The car was steadily moving forward. I, meanwhile, was attempting to analyze the interrelationship between my Maithil society, Simraungadh, Gandaki, Shaligram, Muktinath, and Manasarovar.
We had passed the Nhechhung police post and reached Nhechhung, the last village on the Nepali side. We had not entered this settlement when we were going to Korala. Now, there was talk of fulfilling that desire. Small, low houses. The houses here look different from those in Lo Manthang. Perhaps because it is at a higher altitude than Lo Manthang (3,850 meters).
Looking at the settlement, it immediately felt like Lo Manthang was a bit more prosperous than Nhechhung. The intensity and coldness in the air are palpable. Huge mountains nearby have not left us, nor have they blocked the road. Just then, someone inside the car pointed to those hills, brought up the Khampa rebellion, and argued that there might be bunkers in the area. At this time, Union President Lamsal inquired about the uranium mine.
I remember senior Birahi saying in a suggestive manner, “There is a lot of talk and speculation, but we must look for evidence of confirmation.”
The Korala border is considered a suitable route for Hindus to visit Kailash and Mansarovar, centers of faith. Dhongwasen is 40 kilometers from Lo Manthang towards Tibet. After covering a distance of about 600 kilometers from there, one can reach Manasarovar.
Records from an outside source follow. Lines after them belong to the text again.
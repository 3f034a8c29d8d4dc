#include "synthesis/noise_streams.hpp"

#include <bit>
#include <charconv>
#include <string>

#include "core/patch_numbers.hpp"

namespace wane {

namespace {

/// An edge as the patch file keeps it (core/patch_numbers.hpp).
double file_edge(double hz) {
    const std::string text = patch_numbers::fmt_band_edge(hz);
    double out = hz;
    std::from_chars(text.data(), text.data() + text.size(), out);
    return out;
}

}  // namespace

splitmix64 band_stream(std::uint64_t seed, const noise_band& b, int same_edges_before) {
    std::uint64_t key = splitmix64_mix(std::bit_cast<std::uint64_t>(file_edge(b.low_hz)));
    key = splitmix64_mix(key ^ std::bit_cast<std::uint64_t>(file_edge(b.high_hz)));
    key = splitmix64_mix(key + static_cast<std::uint64_t>(same_edges_before));
    return splitmix64{seed ^ key};
}

}  // namespace wane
Local experts say that if the border operates smoothly, this could become the shortest and best route from Nepal to reach Kailash Manasarovar.
The Korala border was completely closed during the Covid-19 pandemic in 2020. It came into operation four years later, on November 13, 2023. Before that, cross-border trade fairs used to be held at the border twice a year, in May and in Autumn. However, the trade fair has not taken place since the pandemic.
The car was steadily moving forward. I, meanwhile, was attempting to analyze the interrelationship between my Maithil society, Simraungadh, Gandaki, Shaligram, Muktinath, and Manasarovar. I was asking myself: “Was the influence of Mithila truly extended up to here?”